▼
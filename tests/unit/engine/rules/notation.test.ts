/** Games and SAN through the one door. */
import fc from 'fast-check';
import { describe, expect, it } from 'vitest';
import { formatFen } from '@/engine/board';
import { legalMoves } from '@/engine/rules';
import { fromSan, PGN_LENGTH_MAX, replayPgn, toSan } from '@/engine/rules/notation';
import { NAMED } from '../../../support/positions';
import { playedPositions, strictPositionOf } from '../../../support/random';

function replayed(text: string): { sans: string; last: string } | string {
  const game = replayPgn(text);
  if (!game.ok) return game.fault.message;
  return { sans: game.value.sans.join(' '), last: formatFen(game.value.positions.at(-1) ?? game.value.start) };
}

const OPEN_GAME = {
  sans: 'e4 e5 Nf3',
  last: 'rnbqkbnr/pppp1ppp/8/4p3/4P3/5N2/PPPP1PPP/RNBQKB1R b KQkq - 1 2',
};

describe('the main line of the first game', () => {
  it.each([
    ['1. e4 e5 2. Nf3 *', 'plain'],
    ['1.e4 e5 2.Nf3', 'no spaces, no result'],
    ['e4 e5 Nf3', 'no numbers'],
    ['1. e4 1... e5 2. Nf3', 'numbers before black moves'],
    ['1. e4! $1 e5?! 2. Nf3!!', 'glyphs'],
    ['1. e4 {a {comment} e5 (1... c5 2. Nf3 (2. c3) d6) 2. Nf3', 'comments and variations in variations'],
    ['1. e4 {with ) and 1-0 inside} e5 ; to the end of the line 1-0\n2. Nf3', 'signs within comments'],
    ['1. e4 e5\n% escaped 2. d4\n2. Nf3', 'an escaped line'],
    ['1. e2e4 e7e5 2. g1f3', 'squares alone'],
    ['\uFEFF[Event "a ] { \\" b"]\r\n\r\n1. e4\r\ne5 2. Nf3\r\n', 'byte-order mark, CRLF, signs within a tag'],
    ['[Event "a"]\n\n1. e4 e5 2. Nf3 1-0\n\n[Event "b"]\n\n1. d4 *', 'a second game after it'],
    ['[Event "a"]\n\n1. e4 e5 2. Nf3\n\n[Event "b"]\n\n1. d4 *', 'a second game, and no result'],
    ['1. e4 e5 2. Nf3 1/2-1/2 1. d4', 'a second game without tags'],
  ])('%j (%s)', (text) => {
    expect(replayed(text)).toEqual(OPEN_GAME);
  });

  it('the sample game of the standard (PGN specification of 1994, section 2.3), moves only', () => {
    const text = `1. e4 e5 2. Nf3 Nc6 3. Bb5 a6 4. Ba4 Nf6 5. O-O Be7 6. Re1 b5 7. Bb3 d6 8. c3
      O-O 9. h3 Nb8 10. d4 Nbd7 11. c4 c6 12. cxb5 axb5 13. Nc3 Bb7 14. Bg5 b4 15.
      Nb1 h6 16. Bh4 c5 17. dxe5 Nxe4 18. Bxe7 Qxe7 19. exd6 Qf6 20. Nbd2 Nxd6 21.
      Nc4 Nxc4 22. Bxc4 Nb6 23. Ne5 Rae8 24. Bxf7+ Rxf7 25. Nxf7 Rxe1+ 26. Qxe1 Kxf7
      27. Qe3 Qg5 28. Qxg5 hxg5 29. b3 Ke6 30. a3 Kd6 31. axb4 cxb4 32. Ra5 Nd5 33.
      f3 Bc8 34. Kf2 Bf5 35. Ra7 g6 36. Ra6+ Kc5 37. Ke1 Nf4 38. g3 Nxh3 39. Kd2 Kb5
      40. Rd6 Kc5 41. Ra6 Nf2 42. g4 Bd3 43. Re6 1/2-1/2`;
    const game = replayPgn(text);
    expect(game.ok && game.value.moves).toHaveLength(85);
    expect(game.ok && formatFen(game.value.positions.at(-1) ?? game.value.start)).toBe(
      '8/8/4R1p1/2k3p1/1p4P1/1P1b1P2/3K1n2/8 b - - 2 43',
    );
  });

  it('starts where its FEN tag says, and keeps the square passed over after every double step', () => {
    const game = replayPgn('[SetUp "1"]\n[FEN "4k3/8/8/8/8/8/4P3/4K3 w - - 5 39"]\n\n39. e4 *');
    expect(game.ok && formatFen(game.value.start)).toBe('4k3/8/8/8/8/8/4P3/4K3 w - - 5 39');
    expect(game.ok && game.value.positions.map(formatFen)).toEqual(['4k3/8/8/8/4P3/8/8/4K3 b - e3 0 39']);
  });

  it('may have no moves', () => {
    expect(replayed('[Event "a"]\n\n*')).toEqual({ sans: '', last: NAMED.start });
  });
});

describe('games that are refused', () => {
  it.each([
    ['', 'There is no game in an empty text.'],
    ['1. e4 e5 2. Ke3', '"Ke3" is no legal move for White at move 2.'],
    ['1. e4 Z0', '"Z0" is no legal move for Black at move 1.'],
    ['1. e4 -- 2. d4', '"--" is no legal move for Black at move 1.'],
    ['[FEN "4k3/8/8/8/8/8/8/8 w - - 0 1"]\n\n*', 'White has no king.'],
    ['hello world', '"hello" is no legal move for White at move 1.'],
    [
      'x'.repeat(PGN_LENGTH_MAX + 1),
      `The game has ${PGN_LENGTH_MAX + 1} characters; up to ${PGN_LENGTH_MAX} are read.`,
    ],
  ])('%j: %s', (text, message) => {
    expect(replayed(text)).toBe(message);
  });

  it('nothing makes it throw or hang', () => {
    const parts = fc.constantFrom(
      '1.',
      ' ',
      '\n',
      'e4',
      '{',
      '}',
      '(',
      ')',
      '[',
      ']',
      '"',
      '\\',
      ';',
      '%',
      '$',
      'Nf3',
      '*',
    );
    fc.assert(
      fc.property(
        fc.oneof(
          fc.string(),
          fc.array(parts, { maxLength: 60 }).map((list) => list.join('')),
        ),
        (text) => {
          const game = replayPgn(text);
          if (game.ok) expect(game.value.positions).toHaveLength(game.value.moves.length);
          else expect(game.fault.message).toMatch(/\.$/);
        },
      ),
      { numRuns: 1500, seed: 9 },
    );
    for (const sign of ['[', '{', '(', '"', '1.', '$', '\\', '[a "', '%\n']) {
      const started = performance.now();
      replayPgn(sign.repeat(Math.floor(PGN_LENGTH_MAX / sign.length)));
      expect(performance.now() - started).toBeLessThan(5000);
    }
  });
});

describe('SAN', () => {
  it('names each legal move so that it is found again, in positions of random play', () => {
    fc.assert(
      fc.property(playedPositions, (position) => {
        for (const move of legalMoves(position).slice(0, 12)) {
          expect(fromSan(position, toSan(position, move))).toEqual({ ok: true, value: move });
        }
      }),
      { numRuns: 40, seed: 4 },
    );
  });

  it.each([
    ['castlingBothWays', '0-0', 'castle-king'],
    ['castlingBothWays', 'O-O-O', 'castle-queen'],
    ['start', 'e4', 'double-step'],
  ] as const)('%s: %s is %s', (name, text, special) => {
    const found = fromSan(strictPositionOf(NAMED[name]), text);
    expect(found.ok && found.value.special).toBe(special);
  });

  it('refuses what is no move', () => {
    const found = fromSan(strictPositionOf(NAMED.start), 'e5');
    expect(found).toEqual({
      ok: false,
      fault: { code: 'illegal-move', field: 'text', message: '"e5" is no legal move here.' },
    });
  });
});
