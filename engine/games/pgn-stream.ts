/** Files of any size, game by game: no more than a piece of the file and one game are held. */
import { type PgnGame, pgnText, plainLines } from './pgn';
import { PgnReader } from './pgn-reader';

/** A game longer than this is no game: what there is of it is read as if the file ended there. In characters. */
export const GAME_LENGTH_MAX = 2_000_000;

const NEWLINE = 10;

/**
 * The games of a file that comes in pieces of bytes, numbered and with lines as in the whole file. Each piece is decoded
 * by itself up to its last line end, so that old and new alphabets may be mixed. UTF-16 is read by `pgnText` only.
 */
export async function* pgnStream(pieces: AsyncIterable<Uint8Array> | Iterable<Uint8Array>): AsyncGenerator<PgnGame> {
  let bytes = new Uint8Array(0);
  let text = '';
  let line = 1;
  let number = 1;
  for await (const piece of pieces) {
    const joined = joinedBytes(bytes, piece);
    const end = joined.lastIndexOf(NEWLINE) + 1;
    bytes = joined.subarray(end);
    if (end === 0) continue;
    text += plainLines(pgnText(joined.subarray(0, end)));
    const reader = new PgnReader(text, line);
    const isFull = text.length > GAME_LENGTH_MAX;
    let rest = { at: 0, line };
    for (let game = reader.next(number); game; game = reader.next(number)) {
      // A game at the very end may go on in the next piece, and so may a comment that has no end yet.
      if (!isFull && (!reader.ended || reader.place.at === text.length)) break;
      yield game;
      number++;
      rest = reader.place;
    }
    text = text.slice(rest.at);
    line = rest.line;
  }
  const reader = new PgnReader(text + plainLines(pgnText(bytes)), line);
  for (let game = reader.next(number); game; game = reader.next(number)) {
    yield game;
    number++;
  }
}

function joinedBytes(first: Uint8Array, second: Uint8Array): Uint8Array<ArrayBuffer> {
  const joined = new Uint8Array(first.length + second.length);
  joined.set(first);
  joined.set(second, first.length);
  return joined;
}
▲
EXERCISE GOAL | Take every line of the material that contains the word "message", and copy it.

RESULT BELOW |
  if (!game.ok) return game.fault.message;
  ])('%j: %s', (text, message) => {
    expect(replayed(text)).toBe(message);
          else expect(game.fault.message).toMatch(/\.$/);
      fault: { code: 'illegal-move', field: 'text', message: '"e5" is no legal move here.' },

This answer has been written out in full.